[[ Listed records open ]]

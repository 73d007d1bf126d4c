//! The schedule of results: what was measured, against which range, what is open, for a signature.
//!
//! Promises: every value of the log that counts is in it with its qualifier, its range, its limit
//! and where the limit comes from; sources that were not checked against the standard are marked;
//! it never says more of an installation than what was measured. HTML for paper, CSV and JSON for
//! other programs; all three say the same. It leaves out where they are written.

mod build;
mod cells;
pub mod csv;
pub mod html;
pub mod json;
pub mod model;
mod plan_words;
mod plot;

pub use build::schedule;
pub use model::Schedule;
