//! The schedule as one HTML file: nothing to fetch, prints on A4 landscape, readable without
//! colour.
//!
//! Promises: every text out of plan and log is escaped; the drawings, which are ours, are not.

use minijinja::{AutoEscape, Environment, UndefinedBehavior, Value, context, value::Serde};

use super::model::{Plot, Schedule};

const TEMPLATE: &str = include_str!("../templates/sheet.html");

/// The whole schedule as HTML.
///
/// # Errors
/// [`minijinja::Error`], which the template that is built in does not give.
pub fn write(schedule: &Schedule) -> Result<String, minijinja::Error> {
    let mut environment = Environment::new();
    environment.set_auto_escape_callback(|_| AutoEscape::Html);
    // A misspelt name in the template is an error, not a hole in a schedule.
    environment.set_undefined_behavior(UndefinedBehavior::Strict);
    // Inputs of the plan as a person writes them: 58, not 58.0.
    environment.add_filter("plain", |number: f64| number.to_string());
    environment.add_template("sheet.html", TEMPLATE)?;
    // Drawings are no part of the JSON export, so they do not come with the serialised schedule.
    let plots: Vec<Vec<Vec<Drawing>>> = schedule
        .boards
        .iter()
        .map(|board| {
            board
                .circuits
                .iter()
                .map(|circuit| circuit.plots.iter().map(Drawing::of).collect())
                .collect()
        })
        .collect();
    environment.get_template("sheet.html")?.render(context! {
        s => Value::from(Serde(schedule)),
        plots => Value::from(Serde(&plots)),
    })
}

#[derive(serde::Serialize)]
struct Drawing<'a> {
    title: &'a str,
    svg: &'a str,
}

impl<'a> Drawing<'a> {
    fn of(plot: &'a Plot) -> Self {
        Self {
            title: &plot.title,
            svg: &plot.svg,
        }
    }
}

[[ Listed records closed ]]

Required action: How many lines in these records hold the string "they"? Reply with the number alone.

Answer to the exercise: 2